ゲームアイデアを思いつくのはいつ?という話題がたまにありますが,私の場合,説明書のコンポーネントの説明部分をみているときによくアイデアを思いついたりします.他の方はどうでしょうか?そのせいで説明書読みが何度も同じ所でとまる現象が頻発します.とても不思議.思いつくアイデアというのは,「こんなコンポーネントだったらこんな動きをしたら面白そうだな」という期待とも予想ともいえるものですが,私の場合は,その予想の正解にあたる説明書の続き見ることを一旦やめて,アイデアをメモします(あるいは物思いに耽ます).メモまでできたら勝ったようなものです.もし予想が当たっていれば,期待通りのゲームがプレイできることになり,外れていれば,自身のアイデアを一つ得るとともに,一つの別解を見ることができることになります.後者では,プレイしたゲームと差別化して,別ゲームの製作に繋げられればベストですし,どうしてもそうできないのなら,より優れたまとめ方を見て学べることになります.というわけで(ときには一丁前に敗北感を感じたりもしながら)どう転んでも勝利!となるわけです.

コンポーネントドリブン開発

といったように,コンポーネントなどをみてアイデアが思いつくということは面白いことだと感じているので,「テーマドリブンでつくる」に倣って「コンポーネントドリブンゲーム開発」なんて主題に変更しようかとも思いましたが,あまりにも内容が変わるので今回はやめました.

メカニクスとコンポーネント

私がメカニクスからゲームを考えるとき大抵は,大まかな構造とその動きを考えることからはじまります.しかし一方で,それをテストしてみようとするとき真っ先に困るのが「コンポーネント」の準備です.もう少し具体的にいうと,カードの枚数や数値のレンジなどの構成や,リソースの種類や数などをどうするかといった部分です.そんなのは仮決めで良いことは重々承知なのですが,仮にでも作らないことにはテストができないので苦労します.一番楽な方法としてよくやるのは,カードならトランプを使うとか,リソースならその辺にある(ふつうは無いかもしれない)コマなどを適当に集めたもので賄います.

コンポーネントの変更とゲームの調整

適当に集めたものがそのあとどうなっていくかというと,2つの観点から調整されて変化していくことになります.一つ目の観点は,そのメカニクスが最も輝くコンポーネントの調整ができないかという点です.メカニクスはそのままで,ゲームがさらに輝けるというのならば検討しないことはありません(やりすぎ注意).もう一つの観点は,テストプレイにインスピレーションを受けて思いついたテーマなどに合うように調整をします.例えば,○○のリソースは貴重だからちょっと減らそう・・・,とか,〇〇というテーマでいくならリソースの種類は絞ったほうがいいな・・・,とか.ゲームの調整という意味ではメカニクス,コンポーネントの両輪で変化することもあります・・・(しますよね?).

セブンプレイイングカードが生まれた話

そういうことをたくさん繰り返していて生まれたのが「セブン」(の元型)です.セットコレクションのゲームを考えたときのことです.集め方と得点方式について,要するにメインの部分が決まった後で,カードの「種類は7つぐらいあるといいな」「種類ごとに価値が変わるといいな」という考えとともに,セブンのカード構成が生まれました.よくある調整だと種類ごとに枚数を調整するところですが,色々な都合でそのような構成にしようとしました(したのだと思います).

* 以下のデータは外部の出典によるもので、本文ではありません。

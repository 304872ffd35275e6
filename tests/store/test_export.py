"""`logbook export`: the records out as the CSV files `logbook import` reads, and back unchanged."""

from __future__ import annotations

from dataclasses import replace

import pytest

from logbook.cli import main
from logbook.store import Store

TODAY = "2026-12-01"
ORDER = ("models", "machines", "pumps", "events", "readings", "costs")


@pytest.fixture(scope="module")
def demo(tmp_path_factory):
    path = tmp_path_factory.mktemp("export") / "demo.db"
    assert main(["demo", "--no-ui", "--db", str(path), "--today", TODAY]) == 0
    return path


def _records(path):
    with Store(path) as store:
        fleet, book = store.fleet(), store.costs()
    by = lambda *keys: lambda x: tuple(getattr(x, k) or "" for k in keys)  # noqa: E731
    same = dict(id=None, entered_by="", entered_at=None)
    return {
        "models": fleet.models, "machines": fleet.machines, "pumps": fleet.pumps,
        "fitments": sorted((replace(f, id=None) for f in fleet.fitments), key=by("serial", "fitted_on")),
        "readings": sorted((replace(r, **same) for r in fleet.readings), key=by("serial", "taken_on", "machine_hours")),
        "events": sorted((replace(e, **same) for e in fleet.events), key=lambda e: (e.happened_on, e.kind.value,
                                                                                    e.serial or "", e.machine or "")),
        "costs": (book.models, book.sites, book.machines),
    }  # fmt: skip


def test_every_record_comes_back_from_its_export(demo, tmp_path, capsys):
    # Export all, import the files in order into an empty database: the same models, machines, pumps,
    # fitments (the moves and exchanges rebuilt from the events), readings to every digit, events and costs.
    out = tmp_path / "out"
    assert main(["--db", str(demo), "--today", TODAY, "export", "all", "--out", str(out)]) == 0
    fresh = tmp_path / "fresh.db"
    assert main(["--db", str(fresh), "init"]) == 0
    for table in ORDER:
        assert main(["--db", str(fresh), "--today", TODAY, "import", table, str(out / f"{table}.csv")]) == 0, table
    capsys.readouterr()
    want, got = _records(demo), _records(fresh)
    assert len(want["readings"]) > 1000 and len(want["events"]) > 5 and len(want["fitments"]) > len(want["pumps"]) * 0.9
    for key in want:
        assert got[key] == want[key], key
    assert (out / "costs.csv").read_text().splitlines()[1] == "currency,EUR,,,,,"


def test_an_existing_file_is_kept_and_nothing_is_written(demo, tmp_path, capsys):
    target = tmp_path / "readings.csv"
    target.write_text("mine\n")
    assert main(["--db", str(demo), "export", "readings", "--out", str(target)]) == 2
    assert "exists" in capsys.readouterr().err and target.read_text() == "mine\n"
    assert main(["--db", str(demo), "export", "readings", "--out", str(target), "--force"]) == 0
    assert target.read_text().startswith("serial,date,machine")
    assert main(["--db", str(demo), "export", "all"]) == 2  # a folder is needed
    assert "--out" in capsys.readouterr().err


def test_one_pumps_readings_and_text_that_looks_like_a_formula(demo, tmp_path, capsys):
    # A note typed as "=1+1" is written with the leading quote every CSV of the program carries (OWASP CSV
    # injection) and imports back as typed; --serial keeps one pump's readings only.
    db = tmp_path / "d.db"
    db.write_bytes(demo.read_bytes())
    assert main(["--db", str(db), "--today", TODAY, "record", "B-25530", "--date", "2026-11-30", "--hours", "20400",
                 "--servo-pressure", "19.5", "--note", "=1+1", "--confirm"]) == 0
    capsys.readouterr()
    assert main(["--db", str(db), "export", "readings", "--serial", "B-25530"]) == 0
    text = capsys.readouterr().out
    lines = text.splitlines()
    assert all(line.startswith("B-25530,") for line in lines[1:]) and len(lines) > 10
    assert lines[-1].endswith(",'=1+1")
    assert main(["--db", str(db), "export", "pumps", "--serial", "B-25530"]) == 2
    assert "--serial" in capsys.readouterr().err


@pytest.mark.parametrize("args, says", [
    (["readings", "--out", "{tmp}/no/such/x.csv"], "does not exist"),
    (["all", "--out", "{tmp}/a-file"], "is a file"),
    (["readings", "--out", "{tmp}/a-folder", "--force"], "is a folder"),
    (["readings", "--serial", "b-25530"], "did you mean B-25530?"),
])
def test_a_bad_out_or_serial_is_named_and_nothing_is_written(demo, tmp_path, capsys, args, says):
    (tmp_path / "a-file").write_text("mine\n")
    (tmp_path / "a-folder").mkdir()
    before = sorted(p.name for p in tmp_path.rglob("*"))
    assert main(["--db", str(demo), "export", *(a.replace("{tmp}", str(tmp_path)) for a in args)]) == 2
    assert says in capsys.readouterr().err
    assert sorted(p.name for p in tmp_path.rglob("*")) == before and (tmp_path / "a-file").read_text() == "mine\n"


def test_out_dash_is_standard_output(demo, tmp_path, capsys, monkeypatch):
    monkeypatch.chdir(tmp_path)
    assert main(["--db", str(demo), "export", "models", "--out", "-"]) == 0
    assert capsys.readouterr().out.startswith("model,description,") and not (tmp_path / "-").exists()


def test_the_currency_row_sets_an_empty_logbooks_currency_and_refuses_another(demo, tmp_path, capsys):
    out = tmp_path / "costs.csv"
    assert main(["--db", str(demo), "export", "costs", "--out", str(out)]) == 0
    fresh = tmp_path / "fresh.db"
    for table in ORDER[:-1]:  # the records the costs name
        assert main(["--db", str(demo), "export", table, "--out", str(tmp_path / f"{table}.csv")]) == 0
    assert main(["--db", str(fresh), "init"]) == 0
    for table in ORDER[:-1]:
        assert main(["--db", str(fresh), "--today", TODAY, "import", table, str(tmp_path / f"{table}.csv")]) == 0
    assert main(["--db", str(fresh), "import", "costs", str(out)]) == 0
    with Store(fresh) as store:
        assert store.costs().currency == "EUR"
    assert main(["--db", str(fresh), "import", "costs", str(out)]) == 0  # again: already there
    assert "already present" in capsys.readouterr().out
    other = tmp_path / "usd.csv"
    other.write_text(out.read_text().replace("currency,EUR", "currency,USD"))
    assert main(["--db", str(fresh), "import", "costs", str(other)]) == 2
    assert "exchange rates" in capsys.readouterr().err
    with Store(fresh) as store:
        assert store.costs().currency == "EUR"
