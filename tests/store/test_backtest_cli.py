"""`logbook backtest` end to end on the demo fleet: every format, the figures adding up across
groups, the html self-contained, bad arguments named with nothing written."""

from __future__ import annotations

import csv
import io
import json
import re

import pytest

from logbook.cli import main

TODAY = "2026-12-01"
SPAN = ["--from", "2025-01-15", "--to", "2025-07-15", "--every", "3-months", "--today", TODAY]


@pytest.fixture(scope="module")
def demo(tmp_path_factory):
    path = tmp_path_factory.mktemp("backtest") / "demo.db"
    assert main(["demo", "--no-ui", "--db", str(path), "--today", TODAY]) == 0
    return path


def _run(capsys, demo, *argv) -> str:
    capsys.readouterr()
    assert main(["backtest", "--db", str(demo), *SPAN, *argv]) == 0
    return capsys.readouterr().out


@pytest.fixture(scope="module")
def as_json(demo, tmp_path_factory):
    out = tmp_path_factory.mktemp("backtest_json") / "b.json"
    assert main(["backtest", "--db", str(demo), *SPAN, "--out", str(out)]) == 0  # json from the suffix
    return json.loads(out.read_text())


def test_json_holds_the_origins_and_figures_that_add_up(as_json):
    data = as_json
    assert data["kind"] == "logbook backtest" and data["calibration"] is True
    assert data["origins"] == ["2025-01-15", "2025-04-15", "2025-07-15"]
    overall = data["overall"]
    assert overall["later_readings"] > 1000
    assert sum(overall["pit_histogram"]) == overall["later_readings"]
    for grouping in ("by_model", "by_path", "by_readings", "by_horizon"):
        groups = data[grouping].values()
        assert sum(g["later_readings"] for g in groups) == overall["later_readings"], grouping
        assert sum(g["series"] for g in groups) == overall["series"], grouping
    assert sum(p["later_readings"] for p in data["pumps"].values()) == overall["later_readings"]
    assert overall["before_p10"] + overall["inside_p10_p90"] + overall["after_p90"] + overall["open"] == overall["series"]
    assert 0 <= overall["below_p10"] <= 1 and len(overall["observed_at_nominal"]) == len(data["nominal"]["quantiles"])


def test_text_fits_80_columns_and_names_what_is_left_out(demo, capsys, monkeypatch):
    monkeypatch.setenv("COLUMNS", "80")
    out = _run(capsys, demo)
    assert "by pump model" in out and "<P10" in out and "PIT histogram" in out
    assert all(len(line) <= 80 for line in out.splitlines())


def test_md_csv_and_html(demo, capsys, tmp_path, as_json):
    md = _run(capsys, demo, "--format", "md")
    assert "## by pump model" in md and "| TQ-55 |" in md
    rows = list(csv.DictReader(io.StringIO(_run(capsys, demo, "--format", "csv"))))
    overall = next(r for r in rows if r["grouping"] == "overall")
    assert int(overall["readings"]) == as_json["overall"]["later_readings"]
    assert sum(int(overall[f"pit_{i}"]) for i in range(1, 11)) == int(overall["readings"])
    out = tmp_path / "b.html"
    assert main(["backtest", "--db", str(demo), *SPAN, "--out", str(out)]) == 0  # format from the suffix
    page = out.read_text()
    assert page.startswith("<!DOCTYPE html>") and page.count("<svg") == 2 and "<polyline" in page
    # nothing fetched: no scripts, links or sources; the only URL is the SVG namespace (a name, never loaded)
    assert "<script" not in page and "src=" not in page and "href=" not in page
    assert set(re.findall(r"https?://[^\"' ]+", page)) == {"http://www.w3.org/2000/svg"}


def test_model_choice_and_raw_bands(demo, capsys, as_json):
    one = json.loads(_run(capsys, demo, "--format", "json", "--model", "TQ-55"))
    assert list(one["by_model"]) == ["TQ-55"]
    assert one["overall"]["later_readings"] == as_json["by_model"]["TQ-55"]["later_readings"]
    raw = json.loads(_run(capsys, demo, "--format", "json", "--no-calibration"))
    assert raw["calibration"] is False and raw["overall"]["later_readings"] == as_json["overall"]["later_readings"]
    assert raw["overall"]["pit_histogram"] != as_json["overall"]["pit_histogram"]


@pytest.mark.parametrize("argv, named", [
    (["--every", "2-weeks"], "--every = '2-weeks'"),
    (["--every", "0-months"], "--every = '0-months'"),
    (["--from", "2025-13-01"], "--from = '2025-13-01'"),
    (["--from", "2025-06-01", "--to", "2025-01-01"], "a day on or before --to"),
    (["--to", "2027-01-01"], "today (2026-12-01) or earlier"),
    (["--model", "NOPE"], "--model = 'NOPE'"),
    (["--site", "Nowhere"], "--site = 'Nowhere'"),
])
def test_bad_arguments_are_named_and_nothing_is_written(demo, capsys, tmp_path, argv, named):
    out = tmp_path / "b.json"
    capsys.readouterr()
    assert main(["backtest", "--db", str(demo), "--today", TODAY, "--out", str(out), *argv]) == 2
    err = capsys.readouterr().err
    assert named in err and "nothing done" in err
    assert not out.exists()


def test_the_database_is_never_the_output(demo, capsys):
    before = demo.read_bytes()
    assert main(["backtest", "--db", str(demo), *SPAN, "--format", "json", "--out", str(demo)]) == 2
    assert "it is the database itself" in capsys.readouterr().err
    assert demo.read_bytes() == before


def test_forecast_says_what_its_bands_were_calibrated_on(demo, capsys):
    def forecast(*extra):
        capsys.readouterr()
        assert main(["forecast", "--db", str(demo), "--today", TODAY, "--format", "json", *extra]) == 0
        return json.loads(capsys.readouterr().out)

    calibrated, raw = forecast(), forecast("--no-calibration")
    most = {}
    for row in calibrated["forecasts"]:
        key = (row["model"], row["kind"])
        most[key] = max(most.get(key, 0), row["band_checked_on_readings"])
    line = next(n for n in calibrated["notes"] if n.startswith("TQ-55 bands"))
    assert f"case drain {most[('TQ-55', 'case_drain')]:,}" in line and most[("TQ-55", "case_drain")] >= 30
    assert any("uncalibrated bands (--no-calibration)" in n for n in raw["notes"])
    assert all(row["band_checked_on_readings"] == 0 for row in raw["forecasts"])
    p10 = {(r["serial"], r["kind"]): r["p10_hours"] for r in calibrated["forecasts"]}
    assert any(p10[(r["serial"], r["kind"])] != r["p10_hours"] for r in raw["forecasts"])  # the raw bands differ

で,結局は,そのゲームは完成していないのですが(トランプでは何度かテストした),そこで思いついたコンポーネントについて改めて思い返す機会がちょくちょくやってくることになります. 

・・・(セブンの諸々のはなしは長くなるのでやめる)

コンポーネントドリブンでゲームを考えるというのは実際面白い体験で,挑戦しがいのある事です.セブンのカード構成はいままでにないものであり,十分に個性的なゲームが生まれるであろうという考えから,あるタイミングで汎用プレイングカード化の方向へ舵を取って進めることに決めました.この時点で,いくつかのルール案がありました.セブンのリリースに向けて動き出したとき,「セブン」なのだから最低7つのルールがあるべきだということになり,何人かの方にルール作成をお手伝いいただきたい話をもちかけました.その中で生まれたのが「七つの紋章、七つの部族」でした.

・・・(セブンの諸々のはなしは長くなるのでやめる)

汎用コンポーネントを念頭においたゲーム製作

トランプをそのままコンポーネントとしてパッケージングして頒布される同人ゲームがたまにあります.そういうゲームに対して製作側はトランプをそのまま入れるかどうかについて悩むことになると思います.仮にトランプを利用しない場合,印刷コストやカードのデザインコストがかかります.一方で,とにかく安上がりな点ではトランプにメリットがあります.ほかのメリットとして,へたにカードデザインするより見た目の安心感があり視認性も高いことや,へたに印刷をたのむより質が良いことがあります.もっと安く済まそうと思えば,「お持ちのトランプを用意してください」の手が使えます.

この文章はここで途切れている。